▶ Entries taken from a collection:
== Segment start ==
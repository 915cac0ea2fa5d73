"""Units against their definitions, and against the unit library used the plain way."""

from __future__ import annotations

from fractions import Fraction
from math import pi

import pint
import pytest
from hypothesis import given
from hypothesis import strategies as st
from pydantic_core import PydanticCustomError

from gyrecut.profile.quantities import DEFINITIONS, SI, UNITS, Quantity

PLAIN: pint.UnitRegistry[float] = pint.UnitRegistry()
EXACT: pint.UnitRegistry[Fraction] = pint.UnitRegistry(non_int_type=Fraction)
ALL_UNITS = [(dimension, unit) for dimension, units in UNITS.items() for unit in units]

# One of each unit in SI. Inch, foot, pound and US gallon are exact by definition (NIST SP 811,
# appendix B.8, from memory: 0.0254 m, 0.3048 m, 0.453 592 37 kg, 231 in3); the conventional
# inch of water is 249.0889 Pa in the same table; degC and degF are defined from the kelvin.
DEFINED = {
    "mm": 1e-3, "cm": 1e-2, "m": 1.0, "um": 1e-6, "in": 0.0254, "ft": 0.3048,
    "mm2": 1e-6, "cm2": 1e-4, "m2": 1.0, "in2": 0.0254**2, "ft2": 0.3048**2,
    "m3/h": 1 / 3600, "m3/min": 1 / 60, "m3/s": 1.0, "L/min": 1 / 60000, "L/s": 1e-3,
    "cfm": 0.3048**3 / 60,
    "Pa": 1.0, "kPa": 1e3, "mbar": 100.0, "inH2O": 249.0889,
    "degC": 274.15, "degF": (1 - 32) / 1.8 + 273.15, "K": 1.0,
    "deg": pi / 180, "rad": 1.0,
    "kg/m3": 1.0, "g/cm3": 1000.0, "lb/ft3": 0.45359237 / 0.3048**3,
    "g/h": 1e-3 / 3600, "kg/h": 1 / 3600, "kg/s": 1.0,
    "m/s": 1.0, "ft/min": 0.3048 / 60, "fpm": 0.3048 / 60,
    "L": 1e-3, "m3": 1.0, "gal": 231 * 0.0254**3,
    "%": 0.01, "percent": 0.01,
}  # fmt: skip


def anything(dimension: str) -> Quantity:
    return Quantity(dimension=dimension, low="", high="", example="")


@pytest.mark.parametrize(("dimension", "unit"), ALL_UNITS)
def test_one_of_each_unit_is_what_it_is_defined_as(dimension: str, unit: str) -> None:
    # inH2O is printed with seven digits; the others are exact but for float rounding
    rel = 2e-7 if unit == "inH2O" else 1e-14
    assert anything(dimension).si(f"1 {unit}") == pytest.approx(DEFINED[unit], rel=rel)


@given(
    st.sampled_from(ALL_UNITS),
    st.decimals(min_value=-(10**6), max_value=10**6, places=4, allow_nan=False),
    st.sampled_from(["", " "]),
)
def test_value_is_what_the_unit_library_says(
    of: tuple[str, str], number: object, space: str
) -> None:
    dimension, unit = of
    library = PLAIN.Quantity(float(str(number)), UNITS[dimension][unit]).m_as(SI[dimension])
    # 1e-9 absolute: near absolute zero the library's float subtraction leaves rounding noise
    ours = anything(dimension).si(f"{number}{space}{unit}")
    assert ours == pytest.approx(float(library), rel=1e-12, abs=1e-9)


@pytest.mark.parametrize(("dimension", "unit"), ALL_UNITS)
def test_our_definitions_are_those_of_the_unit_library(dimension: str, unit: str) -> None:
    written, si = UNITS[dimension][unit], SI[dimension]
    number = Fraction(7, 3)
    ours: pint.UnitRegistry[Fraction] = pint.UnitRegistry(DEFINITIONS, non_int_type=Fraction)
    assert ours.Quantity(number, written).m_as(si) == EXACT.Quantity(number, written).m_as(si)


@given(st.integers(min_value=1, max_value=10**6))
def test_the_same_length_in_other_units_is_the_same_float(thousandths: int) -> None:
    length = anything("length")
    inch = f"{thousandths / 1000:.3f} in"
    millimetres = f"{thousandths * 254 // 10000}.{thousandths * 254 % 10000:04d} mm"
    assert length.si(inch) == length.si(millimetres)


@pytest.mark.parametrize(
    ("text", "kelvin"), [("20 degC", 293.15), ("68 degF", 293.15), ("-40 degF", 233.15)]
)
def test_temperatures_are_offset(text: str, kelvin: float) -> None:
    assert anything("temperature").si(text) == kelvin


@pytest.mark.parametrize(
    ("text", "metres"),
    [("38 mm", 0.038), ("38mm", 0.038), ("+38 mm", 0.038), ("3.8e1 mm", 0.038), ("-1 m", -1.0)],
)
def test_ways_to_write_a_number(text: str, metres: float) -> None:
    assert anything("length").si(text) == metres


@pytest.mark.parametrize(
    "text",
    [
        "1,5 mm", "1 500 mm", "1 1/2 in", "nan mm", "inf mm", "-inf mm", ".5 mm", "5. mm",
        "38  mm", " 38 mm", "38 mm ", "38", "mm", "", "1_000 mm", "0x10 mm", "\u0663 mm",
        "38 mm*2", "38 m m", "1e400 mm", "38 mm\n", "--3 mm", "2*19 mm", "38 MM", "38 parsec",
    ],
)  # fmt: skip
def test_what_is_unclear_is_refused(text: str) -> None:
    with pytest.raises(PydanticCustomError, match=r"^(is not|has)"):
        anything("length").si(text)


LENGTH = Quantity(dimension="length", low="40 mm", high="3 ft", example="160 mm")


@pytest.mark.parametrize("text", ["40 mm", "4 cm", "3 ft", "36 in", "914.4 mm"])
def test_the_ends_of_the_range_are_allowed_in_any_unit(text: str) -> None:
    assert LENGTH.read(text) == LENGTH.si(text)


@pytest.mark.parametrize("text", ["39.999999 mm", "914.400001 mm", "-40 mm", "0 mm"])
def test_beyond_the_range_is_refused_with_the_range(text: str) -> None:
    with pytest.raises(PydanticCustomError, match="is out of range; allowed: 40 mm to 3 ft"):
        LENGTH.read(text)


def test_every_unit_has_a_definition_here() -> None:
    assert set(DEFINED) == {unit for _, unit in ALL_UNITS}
== Segment end ==
== Segment start ==
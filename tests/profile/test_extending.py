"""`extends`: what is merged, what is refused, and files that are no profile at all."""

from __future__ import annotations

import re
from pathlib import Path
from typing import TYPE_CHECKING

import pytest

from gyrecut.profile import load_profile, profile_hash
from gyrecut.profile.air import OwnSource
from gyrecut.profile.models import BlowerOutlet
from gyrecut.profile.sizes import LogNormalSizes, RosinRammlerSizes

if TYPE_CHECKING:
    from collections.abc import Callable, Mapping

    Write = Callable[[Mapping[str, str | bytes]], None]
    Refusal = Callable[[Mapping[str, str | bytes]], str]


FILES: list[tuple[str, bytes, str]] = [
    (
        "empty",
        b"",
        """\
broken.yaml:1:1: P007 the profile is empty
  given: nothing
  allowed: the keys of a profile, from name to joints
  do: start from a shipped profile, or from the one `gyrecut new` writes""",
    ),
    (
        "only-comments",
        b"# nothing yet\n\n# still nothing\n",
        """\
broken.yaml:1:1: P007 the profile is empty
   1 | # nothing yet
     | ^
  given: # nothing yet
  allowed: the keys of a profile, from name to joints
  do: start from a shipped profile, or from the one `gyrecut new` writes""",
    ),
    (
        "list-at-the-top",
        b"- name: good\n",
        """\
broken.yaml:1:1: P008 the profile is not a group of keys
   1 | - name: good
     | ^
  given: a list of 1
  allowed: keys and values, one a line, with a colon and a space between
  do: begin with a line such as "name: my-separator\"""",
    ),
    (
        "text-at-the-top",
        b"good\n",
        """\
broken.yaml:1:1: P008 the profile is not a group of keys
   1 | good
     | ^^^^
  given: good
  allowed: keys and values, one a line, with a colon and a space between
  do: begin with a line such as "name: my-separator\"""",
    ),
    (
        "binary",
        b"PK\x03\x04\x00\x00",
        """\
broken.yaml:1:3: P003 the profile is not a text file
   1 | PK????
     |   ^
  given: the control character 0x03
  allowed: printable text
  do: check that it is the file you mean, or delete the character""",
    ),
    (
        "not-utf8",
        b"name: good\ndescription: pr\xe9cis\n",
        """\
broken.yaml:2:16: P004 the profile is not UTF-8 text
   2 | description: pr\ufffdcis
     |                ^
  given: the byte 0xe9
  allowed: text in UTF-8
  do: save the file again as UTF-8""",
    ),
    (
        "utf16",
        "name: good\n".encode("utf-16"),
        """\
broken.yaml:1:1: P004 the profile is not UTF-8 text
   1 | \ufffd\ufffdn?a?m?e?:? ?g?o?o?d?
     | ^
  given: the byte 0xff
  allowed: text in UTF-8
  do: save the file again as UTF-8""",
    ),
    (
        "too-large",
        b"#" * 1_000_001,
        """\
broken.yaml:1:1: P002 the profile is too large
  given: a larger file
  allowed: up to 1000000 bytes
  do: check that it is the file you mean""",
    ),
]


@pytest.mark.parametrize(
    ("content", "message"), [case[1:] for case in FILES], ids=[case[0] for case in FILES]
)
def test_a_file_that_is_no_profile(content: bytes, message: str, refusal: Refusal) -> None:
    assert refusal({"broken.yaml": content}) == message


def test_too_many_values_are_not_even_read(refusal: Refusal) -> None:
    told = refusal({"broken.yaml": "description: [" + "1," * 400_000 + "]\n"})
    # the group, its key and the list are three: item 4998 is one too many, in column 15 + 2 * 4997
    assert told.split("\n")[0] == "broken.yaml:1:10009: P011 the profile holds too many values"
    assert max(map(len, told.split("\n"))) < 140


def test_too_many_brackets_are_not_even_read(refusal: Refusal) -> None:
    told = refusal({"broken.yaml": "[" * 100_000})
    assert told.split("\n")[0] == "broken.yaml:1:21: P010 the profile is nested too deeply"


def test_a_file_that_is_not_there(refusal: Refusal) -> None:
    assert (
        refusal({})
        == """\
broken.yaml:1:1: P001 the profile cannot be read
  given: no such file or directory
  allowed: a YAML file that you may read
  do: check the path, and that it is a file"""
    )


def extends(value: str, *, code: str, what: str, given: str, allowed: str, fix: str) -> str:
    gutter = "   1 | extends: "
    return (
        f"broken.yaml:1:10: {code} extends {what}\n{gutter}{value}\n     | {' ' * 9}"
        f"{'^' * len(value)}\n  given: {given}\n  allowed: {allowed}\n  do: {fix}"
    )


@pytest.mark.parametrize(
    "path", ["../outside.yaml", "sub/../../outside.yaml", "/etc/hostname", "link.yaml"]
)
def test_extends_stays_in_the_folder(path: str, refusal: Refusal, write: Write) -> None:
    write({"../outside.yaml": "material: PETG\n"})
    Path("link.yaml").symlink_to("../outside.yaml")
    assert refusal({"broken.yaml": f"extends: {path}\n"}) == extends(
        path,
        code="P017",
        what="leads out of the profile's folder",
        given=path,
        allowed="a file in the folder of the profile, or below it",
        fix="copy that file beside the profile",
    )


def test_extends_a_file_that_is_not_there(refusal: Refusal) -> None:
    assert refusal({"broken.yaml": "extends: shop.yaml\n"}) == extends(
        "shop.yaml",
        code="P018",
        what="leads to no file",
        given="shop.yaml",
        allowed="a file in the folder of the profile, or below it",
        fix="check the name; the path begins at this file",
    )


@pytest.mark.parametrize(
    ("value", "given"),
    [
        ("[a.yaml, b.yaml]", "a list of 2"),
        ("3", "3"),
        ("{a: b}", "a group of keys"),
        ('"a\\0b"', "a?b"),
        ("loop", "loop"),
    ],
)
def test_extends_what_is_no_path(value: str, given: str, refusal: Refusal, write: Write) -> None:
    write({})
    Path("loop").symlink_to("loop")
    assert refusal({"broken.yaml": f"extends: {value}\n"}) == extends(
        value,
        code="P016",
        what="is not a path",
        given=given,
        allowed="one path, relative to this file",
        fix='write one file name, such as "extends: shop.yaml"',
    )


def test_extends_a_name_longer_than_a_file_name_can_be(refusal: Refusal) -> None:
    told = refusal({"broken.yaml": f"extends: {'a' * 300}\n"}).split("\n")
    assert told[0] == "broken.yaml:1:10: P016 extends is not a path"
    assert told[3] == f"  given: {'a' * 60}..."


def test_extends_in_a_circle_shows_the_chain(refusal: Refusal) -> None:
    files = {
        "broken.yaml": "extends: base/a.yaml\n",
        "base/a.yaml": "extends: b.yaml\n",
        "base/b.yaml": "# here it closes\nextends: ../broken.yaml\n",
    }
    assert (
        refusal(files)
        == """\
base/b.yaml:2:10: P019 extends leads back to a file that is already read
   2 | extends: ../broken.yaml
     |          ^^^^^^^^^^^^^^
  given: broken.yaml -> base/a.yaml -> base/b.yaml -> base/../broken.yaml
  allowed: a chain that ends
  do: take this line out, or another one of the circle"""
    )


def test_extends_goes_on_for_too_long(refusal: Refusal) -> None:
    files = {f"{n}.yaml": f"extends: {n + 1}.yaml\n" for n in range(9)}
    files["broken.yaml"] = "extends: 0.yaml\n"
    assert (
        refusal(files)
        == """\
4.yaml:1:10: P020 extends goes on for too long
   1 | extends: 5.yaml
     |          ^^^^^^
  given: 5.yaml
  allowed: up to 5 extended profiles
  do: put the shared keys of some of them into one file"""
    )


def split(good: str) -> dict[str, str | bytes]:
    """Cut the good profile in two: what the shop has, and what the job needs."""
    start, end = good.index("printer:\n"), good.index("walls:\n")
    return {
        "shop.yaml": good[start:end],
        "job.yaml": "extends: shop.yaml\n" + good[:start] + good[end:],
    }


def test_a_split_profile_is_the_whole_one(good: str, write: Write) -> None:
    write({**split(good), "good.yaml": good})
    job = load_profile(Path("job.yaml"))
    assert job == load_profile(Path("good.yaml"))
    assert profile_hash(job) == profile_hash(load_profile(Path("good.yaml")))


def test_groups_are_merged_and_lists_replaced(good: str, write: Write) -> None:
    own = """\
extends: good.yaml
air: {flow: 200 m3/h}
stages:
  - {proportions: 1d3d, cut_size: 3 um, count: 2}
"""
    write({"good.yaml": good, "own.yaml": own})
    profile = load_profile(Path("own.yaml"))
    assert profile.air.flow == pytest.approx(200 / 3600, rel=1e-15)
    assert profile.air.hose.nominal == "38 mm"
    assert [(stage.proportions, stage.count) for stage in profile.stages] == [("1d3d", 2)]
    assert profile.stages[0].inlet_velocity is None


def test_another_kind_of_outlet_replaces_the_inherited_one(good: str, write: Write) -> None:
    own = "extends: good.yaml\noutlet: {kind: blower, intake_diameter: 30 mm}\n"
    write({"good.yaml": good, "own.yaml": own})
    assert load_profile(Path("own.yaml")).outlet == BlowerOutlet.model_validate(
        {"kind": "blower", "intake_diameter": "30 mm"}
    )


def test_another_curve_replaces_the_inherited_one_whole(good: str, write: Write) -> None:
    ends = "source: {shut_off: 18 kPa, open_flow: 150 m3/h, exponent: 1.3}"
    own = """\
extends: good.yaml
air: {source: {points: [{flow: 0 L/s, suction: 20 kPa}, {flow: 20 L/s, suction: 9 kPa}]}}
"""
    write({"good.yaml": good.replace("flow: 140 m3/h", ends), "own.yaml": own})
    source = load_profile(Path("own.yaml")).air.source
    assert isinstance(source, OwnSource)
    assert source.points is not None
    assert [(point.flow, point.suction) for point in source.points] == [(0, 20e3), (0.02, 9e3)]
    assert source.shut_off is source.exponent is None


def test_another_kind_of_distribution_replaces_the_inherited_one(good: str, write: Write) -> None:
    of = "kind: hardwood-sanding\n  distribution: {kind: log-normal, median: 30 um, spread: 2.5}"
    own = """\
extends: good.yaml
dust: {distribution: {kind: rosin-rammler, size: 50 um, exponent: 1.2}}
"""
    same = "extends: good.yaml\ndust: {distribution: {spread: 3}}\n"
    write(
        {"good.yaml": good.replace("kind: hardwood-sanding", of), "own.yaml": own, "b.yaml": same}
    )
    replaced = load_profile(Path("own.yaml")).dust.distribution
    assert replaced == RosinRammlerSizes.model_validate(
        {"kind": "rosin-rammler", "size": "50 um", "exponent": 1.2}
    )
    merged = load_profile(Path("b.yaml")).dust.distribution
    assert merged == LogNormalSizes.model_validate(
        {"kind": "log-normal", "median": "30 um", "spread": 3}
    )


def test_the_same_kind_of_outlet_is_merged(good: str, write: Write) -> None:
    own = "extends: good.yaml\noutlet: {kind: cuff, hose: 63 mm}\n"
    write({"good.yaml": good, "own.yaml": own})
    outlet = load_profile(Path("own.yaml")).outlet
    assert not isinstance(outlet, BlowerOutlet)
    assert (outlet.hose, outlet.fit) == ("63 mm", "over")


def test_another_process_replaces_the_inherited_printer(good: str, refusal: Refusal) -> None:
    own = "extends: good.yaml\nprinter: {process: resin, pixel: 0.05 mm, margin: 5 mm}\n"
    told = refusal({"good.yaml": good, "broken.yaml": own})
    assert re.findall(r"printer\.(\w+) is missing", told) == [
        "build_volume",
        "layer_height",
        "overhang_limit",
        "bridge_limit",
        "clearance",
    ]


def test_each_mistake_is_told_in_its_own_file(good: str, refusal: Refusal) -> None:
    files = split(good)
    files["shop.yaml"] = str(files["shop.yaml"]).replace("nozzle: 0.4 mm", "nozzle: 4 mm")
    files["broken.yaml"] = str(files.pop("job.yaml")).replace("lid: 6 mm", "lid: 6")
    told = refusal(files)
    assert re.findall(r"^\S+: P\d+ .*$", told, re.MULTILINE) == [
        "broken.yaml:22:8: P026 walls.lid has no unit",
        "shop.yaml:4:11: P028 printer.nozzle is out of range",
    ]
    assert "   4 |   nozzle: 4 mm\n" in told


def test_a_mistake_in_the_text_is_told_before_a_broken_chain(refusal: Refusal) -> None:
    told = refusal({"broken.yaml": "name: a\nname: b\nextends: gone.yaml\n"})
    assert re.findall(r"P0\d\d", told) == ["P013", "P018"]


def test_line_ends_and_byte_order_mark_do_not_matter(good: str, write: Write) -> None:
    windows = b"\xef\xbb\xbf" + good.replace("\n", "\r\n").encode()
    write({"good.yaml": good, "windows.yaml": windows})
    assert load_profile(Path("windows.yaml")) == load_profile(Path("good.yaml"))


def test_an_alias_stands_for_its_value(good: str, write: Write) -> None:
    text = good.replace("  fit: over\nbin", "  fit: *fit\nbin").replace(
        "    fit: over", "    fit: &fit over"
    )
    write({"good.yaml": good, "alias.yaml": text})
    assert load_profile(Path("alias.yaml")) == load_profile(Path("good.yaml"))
== Segment end ==
== Segment start ==
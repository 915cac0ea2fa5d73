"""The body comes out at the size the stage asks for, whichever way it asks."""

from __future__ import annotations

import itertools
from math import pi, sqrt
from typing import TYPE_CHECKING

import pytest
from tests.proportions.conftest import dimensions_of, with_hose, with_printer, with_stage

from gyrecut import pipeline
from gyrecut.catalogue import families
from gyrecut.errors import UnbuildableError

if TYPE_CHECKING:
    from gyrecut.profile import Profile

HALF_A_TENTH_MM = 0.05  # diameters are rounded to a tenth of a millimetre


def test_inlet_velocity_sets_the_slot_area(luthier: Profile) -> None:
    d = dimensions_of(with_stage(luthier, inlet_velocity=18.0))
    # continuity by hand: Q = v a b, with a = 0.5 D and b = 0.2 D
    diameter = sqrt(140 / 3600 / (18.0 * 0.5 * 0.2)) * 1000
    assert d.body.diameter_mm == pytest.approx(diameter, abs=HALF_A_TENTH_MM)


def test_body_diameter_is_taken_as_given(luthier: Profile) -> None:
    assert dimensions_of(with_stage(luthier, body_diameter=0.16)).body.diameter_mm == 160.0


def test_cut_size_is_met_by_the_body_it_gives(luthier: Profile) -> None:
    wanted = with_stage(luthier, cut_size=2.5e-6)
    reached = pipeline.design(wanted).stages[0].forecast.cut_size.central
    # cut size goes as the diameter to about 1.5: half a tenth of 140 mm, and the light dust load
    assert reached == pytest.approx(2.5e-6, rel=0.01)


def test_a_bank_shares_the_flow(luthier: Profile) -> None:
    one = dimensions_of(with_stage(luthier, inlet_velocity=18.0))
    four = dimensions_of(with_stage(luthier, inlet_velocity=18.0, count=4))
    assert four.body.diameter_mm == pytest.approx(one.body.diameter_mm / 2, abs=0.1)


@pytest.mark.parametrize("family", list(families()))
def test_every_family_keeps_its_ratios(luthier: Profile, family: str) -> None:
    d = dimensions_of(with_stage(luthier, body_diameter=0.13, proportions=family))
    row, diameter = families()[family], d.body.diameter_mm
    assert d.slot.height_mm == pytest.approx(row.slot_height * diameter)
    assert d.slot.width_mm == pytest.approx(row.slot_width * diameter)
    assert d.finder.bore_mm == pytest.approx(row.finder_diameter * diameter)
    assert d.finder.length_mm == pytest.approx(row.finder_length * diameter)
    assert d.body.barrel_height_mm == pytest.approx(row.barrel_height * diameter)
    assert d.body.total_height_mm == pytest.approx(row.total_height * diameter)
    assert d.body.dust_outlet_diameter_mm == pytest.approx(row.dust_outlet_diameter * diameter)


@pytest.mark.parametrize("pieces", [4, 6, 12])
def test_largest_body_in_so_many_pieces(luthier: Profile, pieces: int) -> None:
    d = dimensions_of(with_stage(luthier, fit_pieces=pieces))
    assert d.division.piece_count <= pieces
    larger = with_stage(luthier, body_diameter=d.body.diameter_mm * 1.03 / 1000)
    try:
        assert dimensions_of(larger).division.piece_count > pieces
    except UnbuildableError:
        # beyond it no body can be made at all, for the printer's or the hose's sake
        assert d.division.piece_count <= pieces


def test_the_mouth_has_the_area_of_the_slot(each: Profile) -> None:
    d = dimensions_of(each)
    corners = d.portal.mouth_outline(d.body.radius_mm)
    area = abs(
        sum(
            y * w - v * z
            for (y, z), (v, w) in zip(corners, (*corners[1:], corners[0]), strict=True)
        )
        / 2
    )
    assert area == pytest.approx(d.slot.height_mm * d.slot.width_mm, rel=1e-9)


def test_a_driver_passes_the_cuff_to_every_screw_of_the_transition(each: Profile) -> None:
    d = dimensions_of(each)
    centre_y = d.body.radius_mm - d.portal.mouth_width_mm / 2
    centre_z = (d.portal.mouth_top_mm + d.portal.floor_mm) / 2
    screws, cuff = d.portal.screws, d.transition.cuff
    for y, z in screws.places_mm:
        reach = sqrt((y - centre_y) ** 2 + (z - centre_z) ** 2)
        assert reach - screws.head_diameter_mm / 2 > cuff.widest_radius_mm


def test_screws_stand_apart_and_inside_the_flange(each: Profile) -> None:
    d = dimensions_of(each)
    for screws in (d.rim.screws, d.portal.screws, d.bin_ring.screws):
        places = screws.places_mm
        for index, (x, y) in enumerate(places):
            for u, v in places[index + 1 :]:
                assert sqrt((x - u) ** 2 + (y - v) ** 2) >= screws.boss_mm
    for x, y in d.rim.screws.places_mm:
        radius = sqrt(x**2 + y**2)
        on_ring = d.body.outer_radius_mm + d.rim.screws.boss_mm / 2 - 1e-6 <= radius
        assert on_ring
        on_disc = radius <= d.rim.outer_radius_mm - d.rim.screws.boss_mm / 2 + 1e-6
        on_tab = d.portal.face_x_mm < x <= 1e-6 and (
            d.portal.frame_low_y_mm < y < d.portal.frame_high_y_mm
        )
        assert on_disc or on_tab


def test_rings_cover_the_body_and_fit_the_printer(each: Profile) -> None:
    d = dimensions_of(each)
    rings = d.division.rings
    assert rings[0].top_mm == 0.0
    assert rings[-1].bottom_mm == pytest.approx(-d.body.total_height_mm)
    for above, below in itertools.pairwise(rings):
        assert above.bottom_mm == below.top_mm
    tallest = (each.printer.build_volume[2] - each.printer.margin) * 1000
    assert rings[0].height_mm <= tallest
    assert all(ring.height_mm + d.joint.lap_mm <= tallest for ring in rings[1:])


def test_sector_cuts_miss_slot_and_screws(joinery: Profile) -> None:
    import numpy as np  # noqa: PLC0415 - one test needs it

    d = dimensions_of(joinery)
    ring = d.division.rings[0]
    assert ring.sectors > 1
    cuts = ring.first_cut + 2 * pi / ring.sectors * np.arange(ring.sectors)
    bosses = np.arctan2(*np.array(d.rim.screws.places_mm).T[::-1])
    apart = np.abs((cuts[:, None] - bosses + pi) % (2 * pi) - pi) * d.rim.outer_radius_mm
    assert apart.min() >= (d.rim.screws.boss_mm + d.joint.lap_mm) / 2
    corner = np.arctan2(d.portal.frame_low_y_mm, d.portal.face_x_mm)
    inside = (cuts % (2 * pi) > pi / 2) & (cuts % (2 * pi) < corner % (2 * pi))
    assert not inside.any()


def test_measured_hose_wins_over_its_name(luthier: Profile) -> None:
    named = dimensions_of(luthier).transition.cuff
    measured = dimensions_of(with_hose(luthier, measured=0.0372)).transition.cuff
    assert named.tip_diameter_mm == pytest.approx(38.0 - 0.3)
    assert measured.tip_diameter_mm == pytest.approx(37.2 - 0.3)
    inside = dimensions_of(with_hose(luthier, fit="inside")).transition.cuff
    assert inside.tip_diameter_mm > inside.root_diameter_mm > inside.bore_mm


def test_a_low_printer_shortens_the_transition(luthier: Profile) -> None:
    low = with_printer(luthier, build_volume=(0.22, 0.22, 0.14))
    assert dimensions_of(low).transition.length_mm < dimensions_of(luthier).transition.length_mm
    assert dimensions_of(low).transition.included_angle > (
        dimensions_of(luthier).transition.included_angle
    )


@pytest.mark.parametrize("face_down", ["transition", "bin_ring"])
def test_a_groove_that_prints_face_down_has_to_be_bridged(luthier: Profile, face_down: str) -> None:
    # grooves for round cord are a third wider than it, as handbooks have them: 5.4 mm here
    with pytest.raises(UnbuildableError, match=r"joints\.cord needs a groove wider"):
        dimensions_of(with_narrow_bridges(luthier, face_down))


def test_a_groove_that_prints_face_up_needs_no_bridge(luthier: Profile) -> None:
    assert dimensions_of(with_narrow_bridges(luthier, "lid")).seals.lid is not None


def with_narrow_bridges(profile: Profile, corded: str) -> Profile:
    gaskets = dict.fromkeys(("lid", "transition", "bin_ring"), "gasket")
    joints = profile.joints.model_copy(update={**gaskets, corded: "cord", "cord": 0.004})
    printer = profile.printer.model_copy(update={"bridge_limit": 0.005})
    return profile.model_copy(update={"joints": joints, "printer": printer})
== Segment end ==
▶ WORK TO COMPLETE:
Filtering the entries above by the word "exponent", copy each line that matches.

▶ RESULT OF THE TASK:
    ends = "source: {shut_off: 18 kPa, open_flow: 150 m3/h, exponent: 1.3}"
    assert source.shut_off is source.exponent is None
dust: {distribution: {kind: rosin-rammler, size: 50 um, exponent: 1.2}}
        {"kind": "rosin-rammler", "size": "50 um", "exponent": 1.2}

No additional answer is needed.